■ Instructions to follow:
From the first line to the last, reproduce the records exactly.

*** Opening Entries shown ***

/**
 * Builds SI field parameters from river settings in user units (T90 in hours) and the water.
 *
 * @param settings - entrainment coefficient [–], T90 day/night [h], daylight fraction, indicator spec
 * @param water - { seaSalinity, riverSalinity } practical salinities
 * @param discharge - design discharge Q [m³ s⁻¹], > 0, for the indicator power law
 * @returns parameters for {@link fieldAt} and friends
 * @example
 * exposureParameters({ entrainmentCoefficient: 3e-5, t90DayHours: 6, t90NightHours: 48, indicator: { kind: 'constant', concentration: 1e4 } },
 *   { seaSalinity: 34, riverSalinity: 0 }, 900).decayRate; // => 5.996e-5 s⁻¹ (0.21588 h⁻¹)
 * Source: (c) common practice: unit conversion; decay weighting as in {@link dielDecayRate}.
 */
export function exposureParameters(
  settings: RiverExposureSettings,
  water: { readonly seaSalinity: number; readonly riverSalinity: number },
  discharge: number,
): ExposureParameters {
  return {
    seaSalinity: water.seaSalinity,
    riverSalinity: water.riverSalinity,
    entrainmentCoefficient: requirePositive('entrainmentCoefficient', settings.entrainmentCoefficient, ''),
    decayRate: dielDecayRate({
      t90Day: requirePositive('t90DayHours', settings.t90DayHours, 'h') * SECONDS_PER_HOUR,
      t90Night: requirePositive('t90NightHours', settings.t90NightHours, 'h') * SECONDS_PER_HOUR,
      daylightFraction: settings.daylightFraction ?? DEFAULT_DAYLIGHT_FRACTION,
    }),
    riverIndicator: floodIndicatorConcentration(settings.indicator, discharge),
  };
}

/** Values of the fields at one point. */
export interface FieldValue {
  /** φ [–], 0…1. */
  readonly freshwaterFraction: number;
  /** Practical salinity. */
  readonly salinity: number;
  /** Indicator concentration [per 100 mL]. */
  readonly indicator: number;
}

/**
 * Dilution length of the coastal current, L_e = (a/φ0)·H0/E: the distance down-coast over which
 * entrainment halves the freshwater fraction at the coast, φ_coast(s) = φ0/(1 + s/L_e).
 *
 * @param plume - plume scales (H0 = plume.depth [m])
 * @param params - field parameters (E, φ0)
 * @returns L_e [m]; Infinity when φ0 = 0
 * @example
 * // science.md §1.11 check: H0 = 0.9716 m (the §1.10 river, Δρ = 20, F_cc = 1), φ0 = 1, E = 3e-5
 * dilutionLength({ ...plume, depth: 0.9716 }, { ...params, entrainmentCoefficient: 3e-5 }); // => 21 591 m
 * Source: (c) derived, science.md §1.11: freshwater transport φ·Q_plume = F_cc·Q is conserved while
 * dQ_plume/ds = E·U0·W0, so L_e = F_cc·Q/(φ0·E·U0·W0) = (a/φ0)·H0/E with a = Q_cc/(U0·W0·H0) = 2/3
 * for the zero-PV parabola (§1.4); H0 = (2|f|Q_cc/g′)^½ (§1.3), so L_e ∝ Q^½ at fixed g′ and f.
 */
export function dilutionLength(plume: FieldPlume, params: ExposureParameters): number {
  const depth = requirePositive('plume.depth', plume.depth, 'm');
  const e = requirePositive('entrainmentCoefficient', params.entrainmentCoefficient, '');
  const phi0 = params.sourceFreshwaterFraction ?? 1;
  return phi0 > 0 ? (ZERO_PV_SHAPE_FACTOR * depth) / (phi0 * e) : Number.POSITIVE_INFINITY;
}

/**
 * Freshwater fraction of the bulge alone at (s, x): the lens φ0(1 − (r/R_b)²) of the disc of
 * radius R_b = y_s/2 centred at (0, R_b), or, between the mouth and the centre, the freshest
 * value that lens took while the bulge grew to R_b, φ0·x²/(s² + x²) (module comment, (a)).
 * Zero outside the disc and at the equator.
 *
 * @param plume - plume scales
 * @param params - field parameters (φ0)
 * @param along - s [m], signed
 * @param offshore - x [m], ≥ 0
 * @returns φ_b [–]
 * @example
 * bulgeFraction(plume, params, 0, plume.bulgeOffshoreExtent / 2); // => φ0 (the disc centre)
 * bulgeFraction(plume, params, -plume.bulgeOffshoreExtent, 100); // => 0 (up-coast beyond the bulge)
 * Source: disc (a) Yankovsky & Chapman 1997 via science.md §1.6; lens profile (c) science.md §1.11;
 * growth envelope (c) derived here (module comment).
 */
export function bulgeFraction(plume: FieldPlume, params: ExposureParameters, along: number, offshore: number): number {
  if (plume.regime === 'equatorial-jet') return 0;
  const phi0 = params.sourceFreshwaterFraction ?? 1;
  const rb = plume.bulgeOffshoreExtent / 2;
  const x = offshore;
  const d2 = along * along + x * x;
  if (d2 === 0) return phi0;
  if (x <= 0 || d2 >= 2 * x * rb) return 0;
  if (rb * x <= d2) return phi0 * ((2 * x) / rb - d2 / (rb * rb));
  return (phi0 * x * x) / d2;
}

*** Closing Entries shown ***

■ Result:
/**
 * Builds SI field parameters from river settings in user units (T90 in hours) and the water.
 *
 * @param settings - entrainment coefficient [–], T90 day/night [h], daylight fraction, indicator spec
 * @param water - { seaSalinity, riverSalinity } practical salinities
 * @param discharge - design discharge Q [m³ s⁻¹], > 0, for the indicator power law
 * @returns parameters for {@link fieldAt} and friends
 * @example
 * exposureParameters({ entrainmentCoefficient: 3e-5, t90DayHours: 6, t90NightHours: 48, indicator: { kind: 'constant', concentration: 1e4 } },
 *   { seaSalinity: 34, riverSalinity: 0 }, 900).decayRate; // => 5.996e-5 s⁻¹ (0.21588 h⁻¹)
 * Source: (c) common practice: unit conversion; decay weighting as in {@link dielDecayRate}.
 */
export function exposureParameters(
  settings: RiverExposureSettings,
  water: { readonly seaSalinity: number; readonly riverSalinity: number },
  discharge: number,
): ExposureParameters {
  return {
    seaSalinity: water.seaSalinity,
    riverSalinity: water.riverSalinity,
    entrainmentCoefficient: requirePositive('entrainmentCoefficient', settings.entrainmentCoefficient, ''),
    decayRate: dielDecayRate({
      t90Day: requirePositive('t90DayHours', settings.t90DayHours, 'h') * SECONDS_PER_HOUR,
      t90Night: requirePositive('t90NightHours', settings.t90NightHours, 'h') * SECONDS_PER_HOUR,
      daylightFraction: settings.daylightFraction ?? DEFAULT_DAYLIGHT_FRACTION,
    }),
    riverIndicator: floodIndicatorConcentration(settings.indicator, discharge),
  };
}

/** Values of the fields at one point. */
export interface FieldValue {
  /** φ [–], 0…1. */
  readonly freshwaterFraction: number;
  /** Practical salinity. */
  readonly salinity: number;
  /** Indicator concentration [per 100 mL]. */
  readonly indicator: number;
}

/**
 * Dilution length of the coastal current, L_e = (a/φ0)·H0/E: the distance down-coast over which
 * entrainment halves the freshwater fraction at the coast, φ_coast(s) = φ0/(1 + s/L_e).
 *
 * @param plume - plume scales (H0 = plume.depth [m])
 * @param params - field parameters (E, φ0)
 * @returns L_e [m]; Infinity when φ0 = 0
 * @example
 * // science.md §1.11 check: H0 = 0.9716 m (the §1.10 river, Δρ = 20, F_cc = 1), φ0 = 1, E = 3e-5
 * dilutionLength({ ...plume, depth: 0.9716 }, { ...params, entrainmentCoefficient: 3e-5 }); // => 21 591 m
 * Source: (c) derived, science.md §1.11: freshwater transport φ·Q_plume = F_cc·Q is conserved while
 * dQ_plume/ds = E·U0·W0, so L_e = F_cc·Q/(φ0·E·U0·W0) = (a/φ0)·H0/E with a = Q_cc/(U0·W0·H0) = 2/3
 * for the zero-PV parabola (§1.4); H0 = (2|f|Q_cc/g′)^½ (§1.3), so L_e ∝ Q^½ at fixed g′ and f.
 */
export function dilutionLength(plume: FieldPlume, params: ExposureParameters): number {
  const depth = requirePositive('plume.depth', plume.depth, 'm');
  const e = requirePositive('entrainmentCoefficient', params.entrainmentCoefficient, '');
  const phi0 = params.sourceFreshwaterFraction ?? 1;
  return phi0 > 0 ? (ZERO_PV_SHAPE_FACTOR * depth) / (phi0 * e) : Number.POSITIVE_INFINITY;
}

/**
 * Freshwater fraction of the bulge alone at (s, x): the lens φ0(1 − (r/R_b)²) of the disc of
 * radius R_b = y_s/2 centred at (0, R_b), or, between the mouth and the centre, the freshest
 * value that lens took while the bulge grew to R_b, φ0·x²/(s² + x²) (module comment, (a)).
 * Zero outside the disc and at the equator.
 *
 * @param plume - plume scales
 * @param params - field parameters (φ0)
 * @param along - s [m], signed
 * @param offshore - x [m], ≥ 0
 * @returns φ_b [–]
 * @example
 * bulgeFraction(plume, params, 0, plume.bulgeOffshoreExtent / 2); // => φ0 (the disc centre)
 * bulgeFraction(plume, params, -plume.bulgeOffshoreExtent, 100); // => 0 (up-coast beyond the bulge)
 * Source: disc (a) Yankovsky & Chapman 1997 via science.md §1.6; lens profile (c) science.md §1.11;
 * growth envelope (c) derived here (module comment).
 */
export function bulgeFraction(plume: FieldPlume, params: ExposureParameters, along: number, offshore: number): number {
  if (plume.regime === 'equatorial-jet') return 0;
  const phi0 = params.sourceFreshwaterFraction ?? 1;
  const rb = plume.bulgeOffshoreExtent / 2;
  const x = offshore;
  const d2 = along * along + x * x;
  if (d2 === 0) return phi0;
  if (x <= 0 || d2 >= 2 * x * rb) return 0;
  if (rb * x <= d2) return phi0 * ((2 * x) / rb - d2 / (rb * rb));
  return (phi0 * x * x) / d2;
}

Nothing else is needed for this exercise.